■ **Task to complete**: When you reach the records, transcribe all of them exactly.

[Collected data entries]
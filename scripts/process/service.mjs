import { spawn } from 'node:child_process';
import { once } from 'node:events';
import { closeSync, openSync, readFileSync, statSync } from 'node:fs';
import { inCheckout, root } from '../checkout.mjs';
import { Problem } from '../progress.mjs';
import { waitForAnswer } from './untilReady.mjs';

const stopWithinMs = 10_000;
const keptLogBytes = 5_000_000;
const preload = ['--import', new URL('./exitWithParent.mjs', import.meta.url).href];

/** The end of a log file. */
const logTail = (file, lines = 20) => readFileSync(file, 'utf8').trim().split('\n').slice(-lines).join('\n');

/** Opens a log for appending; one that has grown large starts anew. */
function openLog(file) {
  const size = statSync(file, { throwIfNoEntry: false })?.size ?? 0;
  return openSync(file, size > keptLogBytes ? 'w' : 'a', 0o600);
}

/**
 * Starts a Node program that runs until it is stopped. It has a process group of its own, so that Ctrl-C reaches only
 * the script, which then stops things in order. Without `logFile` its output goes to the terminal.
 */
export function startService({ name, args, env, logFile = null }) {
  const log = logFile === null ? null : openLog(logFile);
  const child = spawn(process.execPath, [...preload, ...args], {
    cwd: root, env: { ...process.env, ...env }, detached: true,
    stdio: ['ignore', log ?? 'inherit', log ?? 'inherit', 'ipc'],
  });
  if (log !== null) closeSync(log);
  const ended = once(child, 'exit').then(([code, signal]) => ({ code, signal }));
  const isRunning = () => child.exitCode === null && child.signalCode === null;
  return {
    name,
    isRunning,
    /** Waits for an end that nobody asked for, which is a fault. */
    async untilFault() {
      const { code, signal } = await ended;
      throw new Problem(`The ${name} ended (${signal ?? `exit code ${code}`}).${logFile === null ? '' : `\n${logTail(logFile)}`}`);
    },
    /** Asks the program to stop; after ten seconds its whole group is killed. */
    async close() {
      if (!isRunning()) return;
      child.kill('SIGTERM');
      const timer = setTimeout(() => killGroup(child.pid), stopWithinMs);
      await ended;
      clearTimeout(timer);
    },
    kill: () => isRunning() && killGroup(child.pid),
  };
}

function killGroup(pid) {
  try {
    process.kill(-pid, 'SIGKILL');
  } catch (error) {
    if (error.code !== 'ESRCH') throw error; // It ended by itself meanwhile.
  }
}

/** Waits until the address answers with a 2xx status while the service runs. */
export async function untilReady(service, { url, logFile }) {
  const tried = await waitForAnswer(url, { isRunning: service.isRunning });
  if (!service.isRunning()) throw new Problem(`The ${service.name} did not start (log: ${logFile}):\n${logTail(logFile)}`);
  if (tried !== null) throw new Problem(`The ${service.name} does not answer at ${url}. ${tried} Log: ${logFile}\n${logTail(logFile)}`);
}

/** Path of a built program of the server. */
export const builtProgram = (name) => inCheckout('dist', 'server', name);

■ **Output for this task**:
filename scripts/process/service.mjs
import { spawn } from 'node:child_process';
import { once } from 'node:events';
import { closeSync, openSync, readFileSync, statSync } from 'node:fs';
import { inCheckout, root } from '../checkout.mjs';
import { Problem } from '../progress.mjs';
import { waitForAnswer } from './untilReady.mjs';

const stopWithinMs = 10_000;
const keptLogBytes = 5_000_000;
const preload = ['--import', new URL('./exitWithParent.mjs', import.meta.url).href];

/** The end of a log file. */
const logTail = (file, lines = 20) => readFileSync(file, 'utf8').trim().split('\n').slice(-lines).join('\n');

/** Opens a log for appending; one that has grown large starts anew. */
function openLog(file) {
  const size = statSync(file, { throwIfNoEntry: false })?.size ?? 0;
  return openSync(file, size > keptLogBytes ? 'w' : 'a', 0o600);
}

/**
 * Starts a Node program that runs until it is stopped. It has a process group of its own, so that Ctrl-C reaches only
 * the script, which then stops things in order. Without `logFile` its output goes to the terminal.
 */
export function startService({ name, args, env, logFile = null }) {
  const log = logFile === null ? null : openLog(logFile);
  const child = spawn(process.execPath, [...preload, ...args], {
    cwd: root, env: { ...process.env, ...env }, detached: true,
    stdio: ['ignore', log ?? 'inherit', log ?? 'inherit', 'ipc'],
  });
  if (log !== null) closeSync(log);
  const ended = once(child, 'exit').then(([code, signal]) => ({ code, signal }));
  const isRunning = () => child.exitCode === null && child.signalCode === null;
  return {
    name,
    isRunning,
    /** Waits for an end that nobody asked for, which is a fault. */
    async untilFault() {
      const { code, signal } = await ended;
      throw new Problem(`The ${name} ended (${signal ?? `exit code ${code}`}).${logFile === null ? '' : `\n${logTail(logFile)}`}`);
    },
    /** Asks the program to stop; after ten seconds its whole group is killed. */
    async close() {
      if (!isRunning()) return;
      child.kill('SIGTERM');
      const timer = setTimeout(() => killGroup(child.pid), stopWithinMs);
      await ended;
      clearTimeout(timer);
    },
    kill: () => isRunning() && killGroup(child.pid),
  };
}

function killGroup(pid) {
  try {
    process.kill(-pid, 'SIGKILL');
  } catch (error) {
    if (error.code !== 'ESRCH') throw error; // It ended by itself meanwhile.
  }
}

/** Waits until the address answers with a 2xx status while the service runs. */
export async function untilReady(service, { url, logFile }) {
  const tried = await waitForAnswer(url, { isRunning: service.isRunning });
  if (!service.isRunning()) throw new Problem(`The ${service.name} did not start (log: ${logFile}):\n${logTail(logFile)}`);
  if (tried !== null) throw new Problem(`The ${service.name} does not answer at ${url}. ${tried} Log: ${logFile}\n${logTail(logFile)}`);
}

/** Path of a built program of the server. */
export const builtProgram = (name) => inCheckout('dist', 'server', name);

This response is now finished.